Question
(a) Topic-8.4- Finding the Area Between Curves Expressed as Functions of \(x\)
(b) Topic-5.3- Determining Intervals on Which a Function is Increasing or Decreasing
(c) Topic-8.7- Volumes with Cross Sections: Squares and Rectangles
(d) Topic-3.1- The Chain Rule
2. Let f and g be the functions defined by f( x) = ln(x + 3) and \(g(x)=x^{4}+2x^{3}\) . The graphs of f and g, shown in the figure above, intersect at x = −2 and x = B, where B > 0.
(a) Find the area of the region enclosed by the graphs of f and g.
(b) For \(-2\leq x\leq B\), let h (x) be the vertical distance between the graphs of f and g. Is h increasing or decreasing at x = −0.5 ? Give a reason for your answer.
(c) The region enclosed by the graphs of f and g is the base of a solid. Cross sections of the solid taken perpendicular to the x-axis are squares. Find the volume of the solid.

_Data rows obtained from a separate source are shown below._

"""Precipitation units: parse a units string and say how to turn it into mm per time step.

A units string is read as a product of powers of mass, length and time units with an
optional numeric scale ("kg m-2 s-1", "kg/m^2/s", "mm d-1", "mm/day", "1e-3 m", "in/day").
Two kinds are precipitation-like:

* a depth (amount per step): length, or mass per area (1 kg m-2 of water is 1 mm with the
  conventional water density of 1000 kg m-3);
* a rate: depth per time, multiplied by the true length of each time step in the file's
  calendar to give the depth that fell in the step.

A monthly rate ("mm/month") is a depth per step only when the data are monthly.
"""

from __future__ import annotations

import re
from dataclasses import dataclass
from typing import TYPE_CHECKING

from ..errors import UnitsError

if TYPE_CHECKING:
    import xarray as xr

# metres per unit of length
_LENGTH = {
    "m": 1.0,
    "meter": 1.0,
    "meters": 1.0,
    "metre": 1.0,
    "metres": 1.0,
    "mm": 1e-3,
    "millimeter": 1e-3,
    "millimeters": 1e-3,
    "millimetre": 1e-3,
    "millimetres": 1e-3,
    "cm": 1e-2,
    "centimeter": 1e-2,
    "centimeters": 1e-2,
    "centimetre": 1e-2,
    "centimetres": 1e-2,
    "km": 1e3,
    "in": 0.0254,
    "inch": 0.0254,
    "inches": 0.0254,  # international inch, exactly 25.4 mm
    "ft": 0.3048,
    "foot": 0.3048,
    "feet": 0.3048,  # international foot
}
# kilograms per unit of mass
_MASS = {"kg": 1.0, "kilogram": 1.0, "kilograms": 1.0, "g": 1e-3, "gram": 1e-3, "grams": 1e-3}
# seconds per unit of time; "month" has no fixed length and is handled separately
_TIME = {
    "s": 1.0,
    "sec": 1.0,
    "second": 1.0,
    "seconds": 1.0,
    "min": 60.0,
    "minute": 60.0,
    "minutes": 60.0,
    "h": 3600.0,
    "hr": 3600.0,
    "hour": 3600.0,
    "hours": 3600.0,
    "d": 86400.0,
    "day": 86400.0,
    "days": 86400.0,
    "month": None,
    "months": None,
    "mon": None,
}
WATER_DENSITY = 1000.0  # kg m-3, the convention behind "1 kg m-2 = 1 mm"
# SI prefixes (SI Brochure, 9th edition, 2019, table 7); symbols are case-sensitive:
# "Mm" is the megametre, "mm" the millimetre. "u" stands for micro as in UDUNITS.
_SI_PREFIX = {
    "Y": 1e24,
    "Z": 1e21,
    "E": 1e18,
    "P": 1e15,
    "T": 1e12,
    "G": 1e9,
    "M": 1e6,
    "k": 1e3,
    "h": 1e2,
    "da": 1e1,
    "d": 1e-1,
    "c": 1e-2,
    "m": 1e-3,
    "u": 1e-6,
    "µ": 1e-6,
    "n": 1e-9,
    "p": 1e-12,
    "f": 1e-15,
    "a": 1e-18,
    "z": 1e-21,
    "y": 1e-24,
}
# symbols that take a prefix, with their kind and factor to m, kg or s
_PREFIXABLE = {"m": ("length", 1.0), "g": ("mass", 1e-3), "s": ("time", 1.0)}
# symbols, matched exactly (case matters); every other entry is a word, matched in any case
_SYMBOLS = {"m", "mm", "cm", "km", "in", "ft", "kg", "g", "s", "min", "h", "hr", "d", "mon"}

_TOKEN = re.compile(r"^([A-Za-zµ]+)(-?\d+)?$")


def _lookup(name: str, text: object, source: object, variable: object, fix: str) -> tuple[str, float | None]:
    """``(kind, factor)`` of one unit name: kind is length, mass or time."""
    tables = (("length", _LENGTH), ("mass", _MASS), ("time", _TIME))
    for kind, table in tables:
        if name in table and (name in _SYMBOLS or name.lower() == name):
            return kind, table[name]
    low = name.lower()
    if len(name) >= 3 and low not in _SYMBOLS:  # words in any case: "Millimeters", "DAY"
        for kind, table in tables:
            if low in table:
                return kind, table[low]
    base = name[-1]
    prefix = name[:-1]
    if base in _PREFIXABLE and 1 <= len(prefix) <= 2:
        kind, factor = _PREFIXABLE[base]
        if prefix in _SI_PREFIX:
            return kind, _SI_PREFIX[prefix] * factor
        raise UnitsError(
            f"has units '{text}'; '{prefix}' in '{name}' is not an SI prefix (prefixes are "
            "case-sensitive: k is kilo, M is mega, m is milli)",
            source=source,
            variable=variable,
            expected="a precipitation depth or rate unit such as mm, kg m-2 s-1 or mm/day",
            fix=fix,
        )
    hint = ""
    if name != low and any(low in table for _, table in tables):
        hint = f" (unit symbols are case-sensitive; write '{low}' if that is meant)"
    raise UnitsError(
        f"has units '{text}'; '{name}' is not a unit of mass, length or time{hint}",
        source=source,
        variable=variable,
        expected="a precipitation depth or rate unit",
        fix=fix,
    )


@dataclass(frozen=True)
class UnitInfo:
    """What a units string means for precipitation.

    ``kind`` is "depth" (per step) or "rate"; ``to_mm`` converts one unit of depth to mm,
    or one unit of rate to mm per second (or mm per month when ``per_month``).

    Parameters
    ----------
    text : str
        The units string as written in the file.
    kind : {"depth", "rate"}
        A depth per step, or a depth per unit of time.
    to_mm : float
        Factor to mm (depth) or mm per second (rate).
    per_month : bool, default False
        A rate per calendar month (only meaningful for monthly data).

    Examples
    --------
    >>> UnitInfo("mm", "depth", 1.0).describe()
    'depth per step; x 1 to mm'
    """

    text: str
    kind: str
    to_mm: float
    per_month: bool = False

    def describe(self) -> str:
        if self.kind == "depth":
            return f"depth per step; x {self.to_mm:g} to mm"
        if self.per_month:
            return f"rate per month; x {self.to_mm:g} to mm per month (monthly data only)"
        return f"rate; x {self.to_mm:g} to mm/s, then x step length in seconds"


def _normalise(text: str) -> str:
    # case is kept: SI prefix symbols differ by case ("Mm" megametre, "mm" millimetre)
    t = text.strip()
    t = t.replace("**", "").replace("^", "").replace("·", " ").replace("*", " ")
    t = re.sub(r"(?<=[A-Za-z0-9])\.(?=[A-Za-z])", " ", t)  # "kg.m-2.s-1"
    t = re.sub(r"(?i)\bper ", "/ ", t)
    return re.sub(r"\s+", " ", t)


def parse_units(text: object, *, source: object = None, variable: object = None) -> UnitInfo:
    """Read a units string as a precipitation depth or rate, or raise :class:`UnitsError`.

    Parameters
    ----------
    text : str
        A UDUNITS-style string ("kg m-2 s-1", "mm/day", "in", "m") in any common spelling.
    source, variable : optional
        Named in the error message.

    Returns
    -------
    UnitInfo

    Raises
    ------
    UnitsError
        For a missing, unknown or non-precipitation unit (a length per area, a temperature).

    References
    ----------
    CF Conventions 1.11, section 3.1 "Units" (UDUNITS syntax). A mass of water per area
    is a depth through the density of water, 1000 kg m-3 (1 kg m-2 = 1 mm).

    Examples
    --------
    >>> u = parse_units("kg m-2 s-1")
    >>> u.kind, u.to_mm
    ('rate', 1.0)
    >>> round(parse_units("in/day").to_mm * 86400, 6)
    25.4
    """
    fix = (
        "set the variable's 'units' attribute to one of: kg m-2 s-1, kg m-2, mm, mm/day, "
        "mm/h, m, m/s, cm, in, in/day (or pass the data through xarray and set attrs['units'])"
    )
    if text is None or str(text).strip() == "":
        raise UnitsError(
            "has no units attribute, so its depth per time step cannot be known",
            source=source,
            variable=variable,
            expected="a precipitation depth or rate unit",
            fix=fix,
        )
    t = _normalise(str(text))
    scale, mass, length, time = 1.0, 0, 0, 0
    per_month = False
    denominator = False
    for part in re.split(r"(/)|\s+", t):
        if not part:
            continue
        if part == "/":
            denominator = True
            continue
        sign = -1 if denominator else 1
        try:
            scale *= float(part) ** sign
            denominator = False
            continue
        except ValueError:
            pass
        m = _TOKEN.match(part)
        if not m:
            raise UnitsError(
                f"has units '{text}', which are not understood",
                source=source,
                variable=variable,
                expected="a precipitation depth or rate unit",
                fix=fix,
            )
        name, power = m.group(1), int(m.group(2) or 1) * sign
        # "m2" with no sign means squared metres; a trailing number is the power
        kind, factor = _lookup(name, text, source, variable, fix)
        if kind == "length":
            assert factor is not None  # only month (a time unit) has no fixed factor
            scale *= float(factor) ** power
            length += power
        elif kind == "mass":
            assert factor is not None
            scale *= float(factor) ** power
            mass += power
        else:
            if factor is None:
                if power != -1:
                    raise UnitsError(
                        f"has units '{text}' with a month power other than -1",
                        source=source,
                        variable=variable,
                        fix=fix,
                    )
                per_month = True
            else:
                scale *= factor**power
            time += power
        denominator = False  # "a/b c" is (a/b)·c, as in UDUNITS
    if mass == 1 and length == -2:
        to_mm = scale / WATER_DENSITY * 1000.0  # kg m-2 -> m of water -> mm
    elif mass == 0 and length == 1:
        to_mm = scale * 1000.0
    else:
        raise UnitsError(
            f"has units '{text}', which are not a precipitation depth or rate",
            source=source,
            variable=variable,
            expected="length (mm, m, in), mass per area (kg m-2), or either per time",
            fix=fix,
        )
    if time == 0:
        return UnitInfo(str(text), "depth", to_mm)
    if time == -1:
        return UnitInfo(str(text), "rate", to_mm, per_month=per_month)
    raise UnitsError(
        f"has units '{text}' with time to the power {time}",
        source=source,
        variable=variable,
        expected="a depth or a depth per time",
        fix=fix,
    )


def length_to_metres(text: object, *, source: object = None, variable: object = None) -> float:
    """Factor from a length unit (m, km, ft, …) to metres, for elevation grids.

    Parameters
    ----------
    text : str
        The elevation variable's units; None or "" mean metres.
    source, variable : optional
        Named in the error message.

    Returns
    -------
    float

    Raises
    ------
    UnitsError
        When the units are not a length.

    Examples
    --------
    >>> length_to_metres("ft")
    0.3048
    """
    t = _normalise(str(text or "")).lower()
    if t in ("metre", "meter", "m", "metres", "meters", "m above sea level", "m asl"):
        return 1.0
    if t in _LENGTH:
        return _LENGTH[t]
    raise UnitsError(
        f"has units '{text}', not a length",
        source=source,
        variable=variable,
        expected="m, km or ft",
        fix="set the elevation variable's 'units' attribute to 'm' or 'ft'",
    )


def step_factor(
    units: UnitInfo, time: xr.DataArray, step: str, *, source: object = None, variable: object = None
) -> tuple[float | xr.DataArray, str]:
    """``(factor, description)``: what turns values in ``units`` into mm per time step.

    A depth needs only its length factor; a rate is multiplied by the length of each step
    in seconds in the time axis's own calendar (``factor`` is then a DataArray on time);
    per-month units are depths per step for monthly data only.

    Parameters
    ----------
    units : UnitInfo
        From :func:`parse_units`.
    time : xarray.DataArray
        Decoded time stamps (for the length of each step).
    step : str
        The step name (``timeaxis.infer_step``).
    source, variable : optional
        Named in the error message.

    Returns
    -------
    tuple
        ``(factor, description)``; ``factor`` is a float or a DataArray on time.

    Raises
    ------
    UnitsError
        For per-month units on data that are not monthly.

    Examples
    --------
    >>> import pandas as pd, xarray as xr
    >>> t = xr.DataArray(pd.date_range("2001-01-01", periods=2), dims="time")
    >>> factor, how = step_factor(parse_units("mm/h"), t, "day")
    >>> factor.values
    array([24., 24.])
    """
    from . import timeaxis

    if units.kind == "depth":
        return units.to_mm, f"depth in '{units.text}' x {units.to_mm:g} -> mm"
    if units.per_month:
        if step != "month":
            raise UnitsError(
                f"has per-month units '{units.text}' but {step} steps",
                source=source,
                variable=variable,
                expected="monthly data for per-month units",
                fix="set the units to the actual rate (for example mm/day)",
            )
        return units.to_mm, f"monthly depth in '{units.text}' x {units.to_mm:g} -> mm"
    seconds = timeaxis.step_seconds(time, step)
    how = (
        "x days in each month of the file's calendar x 86400 s"
        if step == "month"
        else f"x {timeaxis.STEP_SECONDS[step]:g} s per {step}"
    )
    return seconds * units.to_mm, f"rate in '{units.text}' x {units.to_mm:g} -> mm/s, {how}"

(d) A vertical line in the xy-plane travels from left to right along the base of the solid described in part (c). The vertical line is moving at a constant rate of 7 units per second. Find the rate of change of the area of the cross section above the vertical line with respect to time when the vertical line is at position x = −0.5
▶️Answer/Explanation
2(a) Find the area of the region enclosed by the graphs of f and g.
\(In(x+3)=x^{4}+2x^{3}\Rightarrow x=-2,x=B=0.781975\)
\(\int_{-2}^{B}(f(x)-g(x))dx =3.603548\)
The area of the region is 3.604 (or 3.603 ).
2(b) For −2 ≤ x ≤ B , let h (x ) be the vertical distance between the graphs of f and g. Is h increasing or decreasing at x = −0.5 ? Give a reason for your answer.
h (x ) = f ( x) − g (x )
h′(x ) = f ′( x) − g′( x)
h′(−0.5) = f ′(−0.5) − g′(−0.5) = −0.6 (or −0.599 )
Since h′(−0.5) < 0, h is decreasing at x = −0.5.
2(c) The region enclosed by the graphs of f and g is the base of a solid. Cross sections of the solid taken perpendicular to the x -axis are squares. Find the volume of the solid.
\(\int_{-2}^{B}(f(x)-g(x))^{2}dx =5.340102\)
The volume of the solid is 5.340.
2(d) A vertical line in the xy -plane travels from left to right along the base of the solid described in part (c).The vertical line is moving at a constant rate of 7 units per second. Find the rate of change of the area of the cross section above the vertical line with respect to time when the vertical line is at position x = −0.5.
The cross section has area \(A(x)=(f(x)-g(x))^{2}\).
\(\frac{d}{dt}\left [ A(x) \right ]=\frac{dA}{dx}.\frac{dx}{dt}\)
\(\frac{d}{dt}\left [ A(x) \right ]|_{x=-0.5}=A'(-0.5).7 = -9.271842\)
At x = −0.5, the area of the cross section above the line is changing at a rate of −9.272 (or −9.271) square units per second.